As the second quarter comes to a close this week, let's take a look back at the past three months. It wasn't a spectacular quarter for the markets, and investors will be looking for a rebound in the third quarter. Today, I discuss five names that will be happy to see the second quarter end. These five have been some of the worst performers over the past three months, and likely can't wait for a fresh start on July 1. Let's see why these stocks dropped so dramatically, and speculate whether or not they can expect any sort of rebound in the third quarter.
Tempur-Pedic International (NYSE:TPX):
The mattress firm was perhaps the biggest loser of the quarter, shedding nearly three quarters of its value. The first three weeks of the quarter were actually good for Tempur-Pedic, with shares up a couple of percent. However it's all been downhill since the company reported its first quarter earnings.

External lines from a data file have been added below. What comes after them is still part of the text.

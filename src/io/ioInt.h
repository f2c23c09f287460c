/*
** io/ioInt.h -- private interface between the generic reader/writer code
** (io/reader.c, io/writer.c) and one file per format.
**
** A format is a table of functions. Adding a format means one new .c file
** with a table, and one line in the list in reader.c or writer.c.
*/
#ifndef STOCKTAKE_IO_INT_H
#define STOCKTAKE_IO_INT_H

#include "stocktake/io.h"

typedef struct st_reader_format {
    const char *name;
    /* 1 if this format reads 'path' (decided by extension or content). */
    int (*probe)(const char *path);
    /* Open r->path (and r->layer_request); fill r->fields, r->crs_def,
    ** r->count_hint, r->schema_fixed, r->layer_name; set r->impl. */
    st_status (*open)(st_reader *r);
    /* Produce the next feature in the source CRS, or *out = NULL at end.
    ** The generic code reprojects and numbers it. */
    st_status (*next)(st_reader *r, st_feature **out);
    /* Free r->impl (called once, also after a failed open). */
    void (*close)(st_reader *r);
} st_reader_format;

struct st_reader {
    const st_reader_format *fmt;
    char *path;              /* file path, owned */
    char *layer_request;     /* "layer" part of "file.gpkg:layer", owned or NULL */
    char *layer_name;        /* owned, set by open */
    st_read_options opt;
    st_diags *diags;         /* borrowed */
    st_fields fields;
    int schema_fixed;
    char *crs_def;           /* owned; as found in the file, NULL if none */
    st_crs_transform *xform; /* NULL: already lon/lat WGS 84 */
    char *crs_name;          /* owned */
    long long count_hint;
    long long bytes_done, bytes_total;
    uint64_t next_index;
    void *impl;
};

typedef struct st_writer_format {
    const char *name;
    const char *const *extensions;   /* NULL-terminated, lowercase, with dot */
    int multi_layer;
    st_status (*open)(st_writer *w);                 /* create w->tmp_path */
    st_status (*begin_layer)(st_writer *w, const char *name,
                             const st_fields *fields, st_geom_type type);
    st_status (*write)(st_writer *w, const st_feature *f);
    st_status (*end_layer)(st_writer *w);
    /* st_writer_write_rows for the format (w->in_layer checked); NULL: the
    ** generic code fills each row and calls write(). */
    st_status (*write_rows)(st_writer *w, size_t n, st_row_fill fill, void *ctx,
                            unsigned nthreads);
    /* Flush and close the temporary file(s); release w->impl and set it
    ** to NULL, also on failure. */
    st_status (*finish)(st_writer *w);
    /* Rename temporary file(s) into place; NULL: rename tmp_path to path. */
    st_status (*commit)(st_writer *w);
    /* Close and delete temporary file(s) after a failure; free w->impl.
    ** Also called after a successful finish() whose commit failed: then
    ** w->impl is NULL and only leftover temporary files are removed. */
    void (*discard)(st_writer *w);
} st_writer_format;

struct st_writer {
    const st_writer_format *fmt;
    char *path;              /* final path, owned */
    char *tmp_path;          /* temporary path in the same folder, owned */
    st_diags *diags;         /* borrowed */
    st_buf notes;            /* what the format changed, one line each */
    int layers_begun;
    int in_layer;
    uint32_t nfields;        /* fields of the layer begun last */
    int finished;            /* finish() returned OK: impl released */
    int committed;
    void *impl;
};

extern const st_reader_format st_shp_reader_format;
extern const st_reader_format st_geojson_reader_format;
extern const st_reader_format st_geojsonl_reader_format;
extern const st_reader_format st_gpkg_reader_format;

extern const st_writer_format st_gpkg_writer_format;
extern const st_writer_format st_geojson_writer_format;
extern const st_writer_format st_geojsonl_writer_format;
extern const st_writer_format st_csv_writer_format;
extern const st_writer_format st_shp_writer_format;

/* Shared helpers for formats. */
/* Diagnostic about the reader's file at feature 'index' (-1: none). */
st_status st_reader_fail(st_reader *r, st_status code, long long index,
                         const char *fmt, ...) ST_PRINTF(4, 5);
st_status st_writer_fail(st_writer *w, st_status code, const char *fmt, ...)
    ST_PRINTF(3, 4);
/* A row for st_row_fill callbacks: 'nvalues' NULL values (owned by the
** row), empty text and point. ST_ERR_NOMEM. */
st_status st_writer_row_init(st_row *row, uint32_t nvalues) ST_MUST_CHECK;
/* Clear the row as st_row_fill promises it, then fill(ctx, k, row). */
st_status st_writer_row_fill(st_row *row, st_row_fill fill, void *ctx,
                             size_t k) ST_MUST_CHECK;
void st_writer_row_free(st_row *row);

/* Lowercase extension of path including the dot ("" if none); borrowed
** pointer into path. */
const char *st_path_ext(const char *path);
/* Returns owned file stem ("dir/a.b.shp" -> "a.b"). */
char *st_path_stem(const char *path);

/* 1 when r is a GeoPackage reader reading through its window (gpkg_read.c). */
int st_gpkg_reader_windowed(const st_reader *r);

/* ---- GeoPackage binary geometry (io/gpkg_blob.c) ------------------------ */

/* Largest geometry blob read or written (ST_ERR_LIMIT beyond). */
#define ST_GPKG_MAX_BLOB ((size_t)256 << 20)

struct st_geos;   /* stocktake/geomx.h */
struct sqlite3;   /* sqlite3.h */

/* The header of a GeoPackage geometry blob (OGC 12-128r, clause 2.1.3). */
typedef struct st_gpkg_header {
    int little_endian;      /* flag bit B: byte order of srs_id and envelope */
    int envelope_code;      /* flag bits E: 0 none, 1 xy, 2 xyz, 3 xym, 4 xyzm */
    int empty;              /* flag bit Y */
    int32_t srs_id;
    double envelope[8];     /* as stored: minx, maxx, miny, maxy[, min, max]... */
    size_t size;            /* header bytes: the WKB starts here */
} st_gpkg_header;

/*
** Parse the header of the blob b[0..n) (borrowed) into *h. Checks magic,
** version, the extended bit (unsupported), the envelope code and that the
** header fits in n. On failure returns ST_ERR_FORMAT and writes the reason
** into err.
*/
st_status st_gpkg_blob_header(const unsigned char *b, size_t n,
                              st_gpkg_header *h, char *err,
                              size_t errlen) ST_MUST_CHECK;

/*
** Decode a whole GeoPackage geometry blob (borrowed) into 'out' (cleared
** first): header, then the WKB through GEOS (gx, the caller's context).
** Every count in the WKB is checked against the bytes left before GEOS sees
** it. Curved and other types GEOS cannot hold give type ST_GEOM_OTHER.
** Returns ST_ERR_FORMAT (reason in err), ST_ERR_LIMIT or ST_ERR_NOMEM;
** 'out' is then NULL-typed. Safe on any input: meant for a fuzz target.
*/
st_status st_gpkg_blob_decode(struct st_geos *gx, const unsigned char *b,
                              size_t n, st_geom *out, char *err,
                              size_t errlen) ST_MUST_CHECK;

/*
** Encode g (borrowed; not ST_GEOM_NULL or ST_GEOM_OTHER) as a GeoPackage
** blob into 'out' (cleared first): little-endian header with srs_id, an
** [minx, maxx, miny, maxy] envelope of the finite coordinates (none when
** the geometry is empty: then the empty flag is set), then 2-D
** little-endian WKB. A collection is written as a multipolygon, like
** st_geom_to_geos(). env receives the envelope as (minx, miny, maxx, maxy)
** and *has_env whether there is one. ST_ERR_LIMIT beyond ST_GPKG_MAX_BLOB.
*/
st_status st_gpkg_blob_encode(const st_geom *g, int32_t srs_id, st_buf *out,
                              double env[4], int *has_env) ST_MUST_CHECK;

/* ---- GeoPackage R-tree bulk load (io/gpkg_rtree.c) --------------------- */

/* One feature's box in the R-tree: its fid and float bounds rounded
** outward (st_gpkg_rtree_down for minima, _up for maxima), as SQLite's
** rtree module stores them. */
typedef struct st_gpkg_box {
    int64_t id;
    float b[4];             /* minx, maxx, miny, maxy */
} st_gpkg_box;

/* The largest float <= d, and the smallest float >= d. */
float st_gpkg_rtree_down(double d);
float st_gpkg_rtree_up(double d);

/*
** Fill the empty rtree virtual table 'name' (just created on 'db') with
** boxes[0..n) (borrowed), packed sort-tile-recursive and written straight
** into its _node, _rowid and _parent tables. ST_ERR_NOMEM, or ST_ERR_IO
** with SQLite's message in err.
*/
st_status st_gpkg_rtree_load(struct sqlite3 *db, const char *name, st_gpkg_box *boxes,
                             size_t n, char *err, size_t errlen) ST_MUST_CHECK;

/* Append name as an SQL identifier in double quotes ("" inside). */
st_status st_gpkg_quote_ident(st_buf *b, const char *name) ST_MUST_CHECK;

/* "dir/name.ext" -> "dir/.name.tmp-PID.ext": where a writer puts what it
** writes until the commit renames it (hidden, same folder so the rename is
** atomic, same extension so format libraries that look at it behave).
** Returns owned, NULL on no memory. */
char *st_io_temp_name(const char *path);

/* The GeoPackage core every GeoPackage written here starts with
** (io/gpkg_core.c): the core tables with the two undefined SRS rows, and
** EPSG's WKT of WGS 84 for the EPSG:4326 row. */
extern const char st_gpkg_core_sql[];
extern const char st_gpkg_wgs84_wkt[];

/* The first n (up to 100) bytes h of a file of 'size' bytes, as SQLite
** writes its header: not an SQLite file, shorter than the 100-byte header,
** shorter than the pages the header states (*stated: their bytes), or fine
** (io/gpkg_core.c says why SQLite itself would not notice). */
enum { ST_SQLITE_OK = 0, ST_SQLITE_NOT_SQLITE, ST_SQLITE_SHORT_HEADER, ST_SQLITE_TRUNCATED };
int st_sqlite_header_check(const unsigned char *h, size_t n, long long size, long long *stated);

#endif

Tempur-Pedic's revenues were in line with estimates, and earnings beat expectations by two cents. But investors seemed unhappy when the company only maintained its yearly earnings guidance of $3.80 to $3.95. Analysts were expecting $3.97 at the time. Tempur-Pedic shares fell 20% the next day and continued lower in the days following. I even defended the name, as nothing I discovered in my analysis seemed to warrant the 30% drop in a week. I'll admit I was wrong on this one. Still, I'm not sure how many saw the decline on the horizon at that point.
By the close on Friday, May 4, shares of Tempur-Pedic had dropped from about $84 to $57. The following Monday, the price dove again by more than 8$ as chatter picked up about the company being the next favorite for short sellers. After rising back to $53.50, shares traded lower throughout May and hovered in the low $40s at the beginning of June.
But even with its stock price down more than 50%, things were about to get worse for Tempur-Pedic. On June 6, the company slashed its revenue and earnings forecast, setting an EPS number of $2.70. Tempur-Pedic originally expected $3.93 for the year. Shares plunged 49%, and have not recovered. At $21, Tempur-Pedic is trading at levels not seen since late 2009. I believe the company can rebound, but management is going to need to reassure investors with its next earnings report. If they don't, look for Tempur-Pedic's price to plummet further.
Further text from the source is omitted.